*** Available data ***
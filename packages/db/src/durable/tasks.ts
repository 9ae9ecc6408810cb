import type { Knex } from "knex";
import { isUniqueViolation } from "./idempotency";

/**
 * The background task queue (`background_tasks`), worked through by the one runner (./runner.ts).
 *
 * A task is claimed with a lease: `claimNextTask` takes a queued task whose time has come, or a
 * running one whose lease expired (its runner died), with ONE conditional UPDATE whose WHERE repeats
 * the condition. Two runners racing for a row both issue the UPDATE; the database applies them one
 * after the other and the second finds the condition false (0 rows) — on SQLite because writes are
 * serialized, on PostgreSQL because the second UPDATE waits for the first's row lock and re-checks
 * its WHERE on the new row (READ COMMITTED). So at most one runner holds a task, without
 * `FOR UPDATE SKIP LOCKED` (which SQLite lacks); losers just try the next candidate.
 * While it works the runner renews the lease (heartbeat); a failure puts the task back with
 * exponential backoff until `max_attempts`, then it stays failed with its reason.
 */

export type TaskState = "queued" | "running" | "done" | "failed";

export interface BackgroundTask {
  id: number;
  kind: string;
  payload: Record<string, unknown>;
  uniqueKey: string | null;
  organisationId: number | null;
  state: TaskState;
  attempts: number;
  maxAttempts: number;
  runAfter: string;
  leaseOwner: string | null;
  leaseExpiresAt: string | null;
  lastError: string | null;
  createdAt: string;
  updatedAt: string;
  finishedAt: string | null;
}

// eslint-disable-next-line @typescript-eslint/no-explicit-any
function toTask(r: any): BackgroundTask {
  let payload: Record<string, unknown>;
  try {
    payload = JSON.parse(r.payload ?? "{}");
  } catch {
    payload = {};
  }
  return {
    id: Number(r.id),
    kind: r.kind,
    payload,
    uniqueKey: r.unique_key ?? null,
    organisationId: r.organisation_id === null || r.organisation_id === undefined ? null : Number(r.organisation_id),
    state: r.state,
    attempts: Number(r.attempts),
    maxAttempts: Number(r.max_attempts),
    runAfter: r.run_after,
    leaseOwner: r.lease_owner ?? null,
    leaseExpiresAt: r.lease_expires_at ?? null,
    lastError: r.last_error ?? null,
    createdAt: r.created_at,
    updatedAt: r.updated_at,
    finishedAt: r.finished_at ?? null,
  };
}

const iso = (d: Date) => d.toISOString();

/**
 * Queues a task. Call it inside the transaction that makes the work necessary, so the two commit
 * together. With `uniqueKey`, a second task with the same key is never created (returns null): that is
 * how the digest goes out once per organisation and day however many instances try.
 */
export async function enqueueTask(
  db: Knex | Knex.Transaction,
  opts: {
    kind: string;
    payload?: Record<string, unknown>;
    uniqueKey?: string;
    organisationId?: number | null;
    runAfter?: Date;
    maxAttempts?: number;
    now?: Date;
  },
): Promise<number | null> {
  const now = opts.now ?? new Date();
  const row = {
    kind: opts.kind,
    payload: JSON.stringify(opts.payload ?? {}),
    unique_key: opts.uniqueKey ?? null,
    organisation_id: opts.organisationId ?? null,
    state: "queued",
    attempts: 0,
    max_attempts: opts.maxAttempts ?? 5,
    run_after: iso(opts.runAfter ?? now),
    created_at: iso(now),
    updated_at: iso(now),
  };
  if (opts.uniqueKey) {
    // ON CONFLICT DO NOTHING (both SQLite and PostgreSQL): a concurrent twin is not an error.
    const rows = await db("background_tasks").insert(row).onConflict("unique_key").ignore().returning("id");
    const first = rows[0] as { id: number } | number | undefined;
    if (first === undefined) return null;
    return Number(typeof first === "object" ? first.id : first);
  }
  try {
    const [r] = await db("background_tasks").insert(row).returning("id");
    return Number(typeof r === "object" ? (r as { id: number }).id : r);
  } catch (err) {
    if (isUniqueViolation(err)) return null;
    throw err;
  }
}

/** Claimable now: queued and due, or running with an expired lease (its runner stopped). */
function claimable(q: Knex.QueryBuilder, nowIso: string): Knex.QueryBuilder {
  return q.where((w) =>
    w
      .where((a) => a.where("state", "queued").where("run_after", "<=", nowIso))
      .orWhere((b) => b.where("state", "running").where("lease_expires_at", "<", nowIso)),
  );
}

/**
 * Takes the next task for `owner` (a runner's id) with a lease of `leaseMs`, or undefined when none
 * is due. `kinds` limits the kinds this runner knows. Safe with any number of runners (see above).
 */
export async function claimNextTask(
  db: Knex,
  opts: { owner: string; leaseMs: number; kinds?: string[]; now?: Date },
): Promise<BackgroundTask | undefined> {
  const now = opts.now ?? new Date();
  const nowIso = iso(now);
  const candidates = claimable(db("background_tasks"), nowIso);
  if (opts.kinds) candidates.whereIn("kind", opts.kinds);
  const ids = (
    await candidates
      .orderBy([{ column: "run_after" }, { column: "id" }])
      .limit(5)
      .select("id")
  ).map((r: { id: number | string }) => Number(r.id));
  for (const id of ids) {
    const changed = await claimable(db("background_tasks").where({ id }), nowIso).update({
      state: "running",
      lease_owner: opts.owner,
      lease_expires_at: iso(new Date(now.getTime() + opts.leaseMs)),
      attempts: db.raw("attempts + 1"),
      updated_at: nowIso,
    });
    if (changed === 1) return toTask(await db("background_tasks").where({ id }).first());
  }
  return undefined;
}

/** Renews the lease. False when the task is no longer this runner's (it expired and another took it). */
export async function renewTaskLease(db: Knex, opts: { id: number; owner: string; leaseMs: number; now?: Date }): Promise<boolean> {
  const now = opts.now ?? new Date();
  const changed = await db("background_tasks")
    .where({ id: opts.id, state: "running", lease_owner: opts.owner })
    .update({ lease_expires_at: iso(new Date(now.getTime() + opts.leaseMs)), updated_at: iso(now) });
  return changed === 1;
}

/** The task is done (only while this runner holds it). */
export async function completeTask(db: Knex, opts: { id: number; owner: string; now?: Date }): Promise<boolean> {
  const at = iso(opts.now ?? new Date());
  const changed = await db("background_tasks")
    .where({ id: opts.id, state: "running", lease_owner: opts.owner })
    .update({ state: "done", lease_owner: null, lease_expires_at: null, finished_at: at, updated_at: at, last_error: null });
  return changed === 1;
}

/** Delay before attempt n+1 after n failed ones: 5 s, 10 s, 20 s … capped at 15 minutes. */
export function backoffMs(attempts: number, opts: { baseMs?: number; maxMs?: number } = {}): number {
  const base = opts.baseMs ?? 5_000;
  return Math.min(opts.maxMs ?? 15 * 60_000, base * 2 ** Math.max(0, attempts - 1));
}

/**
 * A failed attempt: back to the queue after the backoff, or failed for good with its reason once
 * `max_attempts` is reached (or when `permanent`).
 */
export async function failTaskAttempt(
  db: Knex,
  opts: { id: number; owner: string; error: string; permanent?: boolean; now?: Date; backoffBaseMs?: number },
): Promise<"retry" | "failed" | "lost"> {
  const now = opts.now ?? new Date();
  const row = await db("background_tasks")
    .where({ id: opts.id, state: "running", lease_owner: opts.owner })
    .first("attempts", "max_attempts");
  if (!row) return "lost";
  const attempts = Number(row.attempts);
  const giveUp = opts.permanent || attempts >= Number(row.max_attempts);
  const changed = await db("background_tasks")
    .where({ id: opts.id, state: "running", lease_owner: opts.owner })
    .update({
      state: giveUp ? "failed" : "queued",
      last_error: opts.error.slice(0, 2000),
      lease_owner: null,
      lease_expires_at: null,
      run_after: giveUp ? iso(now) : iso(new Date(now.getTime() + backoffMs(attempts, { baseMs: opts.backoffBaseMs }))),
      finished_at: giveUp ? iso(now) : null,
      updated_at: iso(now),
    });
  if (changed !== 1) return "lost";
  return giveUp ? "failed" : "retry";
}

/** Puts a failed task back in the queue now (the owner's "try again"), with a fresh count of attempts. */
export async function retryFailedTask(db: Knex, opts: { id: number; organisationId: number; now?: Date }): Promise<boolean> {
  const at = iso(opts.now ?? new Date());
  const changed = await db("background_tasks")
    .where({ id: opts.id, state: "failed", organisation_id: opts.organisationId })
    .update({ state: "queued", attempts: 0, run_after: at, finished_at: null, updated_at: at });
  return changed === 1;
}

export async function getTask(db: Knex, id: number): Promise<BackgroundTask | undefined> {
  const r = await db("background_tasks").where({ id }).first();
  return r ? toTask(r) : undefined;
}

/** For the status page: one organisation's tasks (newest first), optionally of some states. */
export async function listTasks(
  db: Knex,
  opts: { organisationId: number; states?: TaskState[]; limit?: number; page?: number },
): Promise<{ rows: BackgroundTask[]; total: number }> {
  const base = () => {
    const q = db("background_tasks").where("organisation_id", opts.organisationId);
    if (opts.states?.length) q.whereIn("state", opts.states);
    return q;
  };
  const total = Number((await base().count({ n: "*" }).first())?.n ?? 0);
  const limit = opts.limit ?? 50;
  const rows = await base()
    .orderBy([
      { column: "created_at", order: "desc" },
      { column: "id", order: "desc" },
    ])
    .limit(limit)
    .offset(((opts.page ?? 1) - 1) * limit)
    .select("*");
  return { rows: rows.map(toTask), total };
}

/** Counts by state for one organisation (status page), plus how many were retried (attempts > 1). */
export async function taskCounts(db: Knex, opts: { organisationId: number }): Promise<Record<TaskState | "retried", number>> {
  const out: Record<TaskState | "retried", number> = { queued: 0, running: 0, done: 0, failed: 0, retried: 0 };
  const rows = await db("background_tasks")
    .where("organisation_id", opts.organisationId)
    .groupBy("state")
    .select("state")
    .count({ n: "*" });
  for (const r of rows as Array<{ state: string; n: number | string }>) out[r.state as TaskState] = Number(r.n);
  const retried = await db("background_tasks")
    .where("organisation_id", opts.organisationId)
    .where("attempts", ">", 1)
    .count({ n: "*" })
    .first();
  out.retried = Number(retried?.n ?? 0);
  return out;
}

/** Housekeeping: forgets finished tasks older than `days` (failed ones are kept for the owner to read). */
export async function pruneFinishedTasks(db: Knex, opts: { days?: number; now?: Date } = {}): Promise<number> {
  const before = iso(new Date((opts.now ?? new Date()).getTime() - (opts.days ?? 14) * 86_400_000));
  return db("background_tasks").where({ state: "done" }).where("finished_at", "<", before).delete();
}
***
Copy out each line in the preceding records that contains "leaseMs".

 * Takes the next task for `owner` (a runner's id) with a lease of `leaseMs`, or undefined when none
  opts: { owner: string; leaseMs: number; kinds?: string[]; now?: Date },
      lease_expires_at: iso(new Date(now.getTime() + opts.leaseMs)),
export async function renewTaskLease(db: Knex, opts: { id: number; owner: string; leaseMs: number; now?: Date }): Promise<boolean> {
    .update({ lease_expires_at: iso(new Date(now.getTime() + opts.leaseMs)), updated_at: iso(now) });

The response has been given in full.